ここ仙台の最近は朝夕札幌並の涼しさでしたが今日は・・・

投稿: まえちゃん | 2007年8月21日 (火) 21時49分

御無沙汰しております。暑い日が続いておりますね。ヘラボレスの軟腐病の件は残念でしたね。コメントで学ぶことが多く参考になると書いてありました。本当にそのとおりですね。あいかわらず園芸業界を取り巻く環境は厳しい状況ですが、業界内においても格差が生じ勝ち組負け組みの生産者さんがはっきり見えてきた感があります。弊社も毎日が真剣勝負で営んでいます。これからも頑張っていきますのでよろしくお願いします。何かあったら連絡くださいね。 貴園のますますの御発展をお祈りいたします。

投稿: 起龍 | 2007年8月22日 (水) 08時47分

グリーンフィンガーさん、はじめまして。
以前よりこちらのブログを拝見させていただいておりましたあやと申します。
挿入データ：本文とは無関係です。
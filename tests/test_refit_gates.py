"""Refits and promotion gates on either engine that holds a store (a DuckDB file, a PostgreSQL database): warm
start, current version, audit trail, fingerprints.

Data: the invented courier scenario of dbfit.demo (generated in DuckDB from a fixed seed, copied into
PostgreSQL for its runs). The first 20,000 deliveries are the data of the first fit; refits see further rows
appended. Each test runs on both engines (the store's own tests, test_store, hold the store's guarantees).
"""

from __future__ import annotations

import duckdb
import pytest
from pg_server import fresh_database
from test_store import ENGINES, Database

import dbfit
from dbfit.interfaces.demo import FORMULA, REFERENCE, build_deliveries
from dbfit.store import model_store as store

HOLDOUT = dbfit.Holdout("delivery_id", 0.25)


@pytest.fixture(params=ENGINES)
def engine(request, tmp_path):
    """An empty test database on the engine under test."""
    if request.param == "duckdb":
        yield Database("duckdb", str(tmp_path / "refit.duckdb"))
        return
    with fresh_database(request.getfixturevalue("pg_server"), "dbfit_refit_test") as keywords:
        yield Database("postgres", keywords)


class Deliveries:
    """The test's connection with ``deliveries`` (the first ``rows`` deliveries); the rows appended later wait
    in an in-memory DuckDB database of their own."""

    def __init__(self, database: Database, rows: int, later: int = 0) -> None:
        self.database = database
        self.builder = duckdb.connect()
        build_deliveries(self.builder, rows + later, "all_deliveries")
        self.rows = rows
        self.con = database.connect()
        self.database.load(self.con, "deliveries", self.frame(f"delivery_id < {rows}"))

    def frame(self, condition: str, flip: bool = False):
        target = "NOT late AS late" if flip else "late AS late"
        return self.builder.execute(
            f"SELECT * REPLACE ({target}) FROM all_deliveries WHERE {condition} ORDER BY delivery_id"
        ).df()

    def append(self, flip: bool = False) -> None:
        """Append the later deliveries (with ``flip`` their outcomes reversed)."""
        self.database.load(self.con, "appended", self.frame(f"delivery_id >= {self.rows}", flip))
        self.query("INSERT INTO deliveries SELECT * FROM appended")
        self.query("DROP TABLE appended")

    def query(self, sql: str) -> list[tuple]:
        return self.database.query(self.con, sql)

    def live_scores(self) -> list[tuple]:
        return self.query("SELECT delivery_id, probability FROM late_live ORDER BY delivery_id")

    def close(self) -> None:
        self.con.close()
        self.builder.close()


@pytest.fixture
def database(engine):
    data = Deliveries(engine, 20_000, 20_000)
    dbfit.fit(
        data.con, FORMULA, "deliveries", reference=REFERENCE, name="late", split=HOLDOUT, progress=False
    )
    dbfit.publish(data.con, "late", "deliveries", "late_live", live=True)
    yield data
    data.close()


def test_refit_on_appended_rows_is_warm_started_and_promoted(database):
    con = database.con
    database.append()
    result = dbfit.refit(con, "late")
    cold = dbfit.fit(con, FORMULA, "deliveries", reference=REFERENCE, split=HOLDOUT, progress=False)
    assert (
        result["decision"] == "promoted"
        and result["candidate_version"] == 2
        and result["current_version"] == 1
    )
    assert result["figures"]["iterations"] < cold.stats["iterations"]
    assert result["figures"]["scans"] < cold.stats["scans"]
    assert dbfit.load(con, "late").version == 2
    warm = dbfit.load(con, "late", version=2)
    for label in warm.labels:  # the warm start reaches the same answer
        assert warm.estimate(label) == pytest.approx(cold.estimate(label), abs=1e-7)
    assert dbfit.decisions(con, "late")[-1]["decision"] == "promoted"


def test_gate_failure_leaves_current_version_and_live_view_untouched(database):
    con = database.con
    database.append(flip=True)  # the appended outcomes are the opposite of the scenario's
    before = [row for row in database.live_scores() if row[0] < 20000]
    result = dbfit.refit(con, "late")
    assert result["decision"] == "refused"
    assert any("moved" in reason for reason in result["reasons"])
    assert dbfit.load(con, "late").version == 1
    assert [row for row in database.live_scores() if row[0] < 20000] == before
    listed = {row["version"]: row["current"] for row in dbfit.models(con)}
    assert listed == {1: True, 2: False}
    audit = dbfit.decisions(con, "late")[-1]
    assert (audit["candidate_version"], audit["current_version"], audit["decision"]) == (2, 1, "refused")
    assert audit["figures"]["largest_shift"] > 5 and audit["reason"] == "; ".join(result["reasons"])
    with pytest.raises(dbfit.GateRefusedError, match="not promoted"):
        dbfit.promote(con, "late", version=2)
    assert dbfit.load(con, "late").version == 1
    dbfit.promote(con, "late", version=2, force=True)
    assert dbfit.load(con, "late").version == 2 and dbfit.decisions(con, "late")[-1]["reason"].startswith(
        "forced"
    )


def test_gates_are_stored_per_model_and_checked(database):
    con = database.con
    assert dbfit.gates_of(con, "late") == dbfit.Gates()
    dbfit.set_gates(con, "late", max_shift=None, auc_margin=0.5)
    assert dbfit.gates_of(con, "late") == dbfit.Gates(max_shift=None, auc_margin=0.5)
    with pytest.raises(dbfit.StoreError, match="unknown gate"):
        dbfit.set_gates(con, "late", auc=0.1)
    with pytest.raises(dbfit.StoreError, match="non-negative"):
        dbfit.set_gates(con, "late", log_loss_margin=-1.0)
    with pytest.raises(dbfit.StoreError, match="not in the store"):
        dbfit.set_gates(con, "other", auc_margin=0.1)
    dbfit.set_gates(con, "late", log_loss_margin=0.0, auc_margin=0.0)
    small = dbfit.fit(
        con,
        FORMULA,
        "SELECT * FROM deliveries WHERE delivery_id < 600",
        reference=REFERENCE,
        split=HOLDOUT,
        progress=False,
    )  # 11 estimates from about 450 rows: worse on unseen rows
    assert dbfit.save(con, small, "late", promote=False) == 2 and dbfit.load(con, "late").version == 1
    with pytest.raises(dbfit.GateRefusedError) as refused:
        dbfit.promote(con, "late", version=2)
    reasons = refused.value.result["reasons"]
    assert reasons and all("AUC" in r or "log loss" in r for r in reasons)
    figures = refused.value.result["figures"]
    assert (
        figures["candidate_log_loss"] > figures["current_log_loss"]
        or figures["candidate_auc"] < figures["current_auc"]
    )
    assert dbfit.load(con, "late").version == 1 and dbfit.decisions(con, "late")[-1]["decision"] == "refused"


def test_skip_unchanged_reads_the_fingerprint(database):
    con = database.con
    skipped = dbfit.refit(con, "late", skip_unchanged=True)
    assert skipped["decision"] == "skipped" and skipped["candidate_version"] is None
    assert [v["version"] for v in dbfit.models(con)] == [1]
    database.query("UPDATE deliveries SET parcel_kg = parcel_kg + 0.01 WHERE delivery_id = 7")
    changed = dbfit.refit(con, "late", skip_unchanged=True)  # same row count, one value changed
    assert changed["decision"] == "promoted" and changed["source_rows"] == 20000


def test_dropping_the_current_version_falls_back_to_the_latest(database):
    con = database.con
    database.append(flip=True)
    dbfit.refit(con, "late")
    dbfit.drop_model(con, "late", version=1)
    assert dbfit.load(con, "late").version == 2
    assert len(database.live_scores()) == 40000


def test_a_store_of_an_older_dbfit_gets_the_new_tables(engine):
    data = Deliveries(engine, 2000)
    con = data.con
    dbfit.fit(con, FORMULA, "deliveries", reference=REFERENCE, name="late", progress=False)
    for table in ("current_versions", "gates", "decisions", "fingerprints", "drift_bins"):
        data.query(f"DROP TABLE dbfit_store.{table}")
    assert dbfit.load(con, "late").version == 1  # no current_versions: the latest version counts
    dbfit.fit(con, FORMULA, "deliveries", reference=REFERENCE, name="late", progress=False)
    assert dbfit.load(con, "late").version == 2
    data.close()
    plain = duckdb.connect(engine.target, read_only=True) if engine.engine == "duckdb" else engine.connect()
    assert engine.query(plain, "SELECT model, version FROM dbfit_store.current_versions") == [("late", 2)]
    plain.close()


def test_a_promotion_checked_against_a_stale_current_version_is_refused_whole(database):
    con = database.con
    database.append()
    dbfit.refit(con, "late")  # version 2 is current now
    dbfit.save(
        con, dbfit.fit(con, FORMULA, "deliveries", reference=REFERENCE, progress=False), "late", promote=False
    )
    audited = len(dbfit.decisions(con, "late"))
    with pytest.raises(dbfit.StoreConflictError, match="version 2 became current"):
        store.record_decision(con, "late", 3, 1, "promoted", "passed every gate", {}, promote=True)
    assert dbfit.load(con, "late").version == 2 and len(dbfit.decisions(con, "late")) == audited


def test_refit_keeps_the_options_of_the_current_version(engine):
    data = Deliveries(engine, 6000)
    con = data.con
    late, ridge = {"robust": "HC1"}, {"shrinkage": 0.5}
    dbfit.fit(con, FORMULA, "deliveries", reference=REFERENCE, name="late", progress=False, **late)
    dbfit.fit(con, FORMULA, "deliveries", name="ridge", progress=False, **ridge)
    result = dbfit.refit(con, "late")
    refitted = dbfit.load(con, "late")
    assert result["decision"] == "promoted" and refitted.version == 2
    assert {k: refitted.options[k] for k in late} == late and refitted.options["reference"] == REFERENCE
    assert dbfit.refit(con, "ridge")["decision"] == "promoted"
    assert {k: dbfit.load(con, "ridge").options[k] for k in ridge} == ridge
    listed = [(row["model"], row["version"], row["current"]) for row in dbfit.models(con)]
    assert listed == [("late", 1, False), ("late", 2, True), ("ridge", 1, False), ("ridge", 2, True)]
    if engine.engine == "duckdb":  # and the SQL surface's listing, DuckDB's own
        sql = "SELECT model, version, current FROM dbfit.models() ORDER BY model, version"
        assert con.execute(sql).fetchall() == listed
    data.close()


def test_a_refit_leaves_the_callers_open_transaction_open_with_its_rows(database):
    # The candidate and the decision are written on the store's own connection: the caller's uncommitted row
    # stays, its transaction stays open, and its rollback does not take the promotion back.
    con = database.con
    database.query("CREATE TABLE notes (note VARCHAR)")
    if database.database.engine == "duckdb":
        con.execute("BEGIN TRANSACTION")
    else:
        con.autocommit = False
    database.query("INSERT INTO notes VALUES ('uncommitted')")
    assert dbfit.refit(con, "late")["decision"] == "promoted"
    assert database.query("SELECT note FROM notes") == [("uncommitted",)]
    con.rollback()
    assert database.query("SELECT count(*) FROM notes") == [(0,)]
    assert dbfit.load(con, "late").version == 2 and dbfit.decisions(con, "late")[-1]["decision"] == "promoted"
どうぞよろしくお願いします。

大事な親株、お気の毒様でした。
我が家では今のところ軟腐は出ておりませんが
あちらこちらで軟腐の記事が出ていますね。

ところで、購入された鉢の中に
スチロール片が入っていたと書かれていましたが、
何か問題はありましたでしょうか?
私もゴロ石代わりに発泡スチロール片(通称サラサラ)を入れているのです。
水を吸わないので停滞水がないのと、
鉢の軽量化と断熱効果を期待しているのですが、
なにか問題があるのであれば
今年からやめようと思いますのでご教授くださいませ。
どうぞよろしくお願いします。

投稿: あや | 2007年8月22日 (水) 15時21分

あや さん
返事が遅くなりまして申し訳ありません。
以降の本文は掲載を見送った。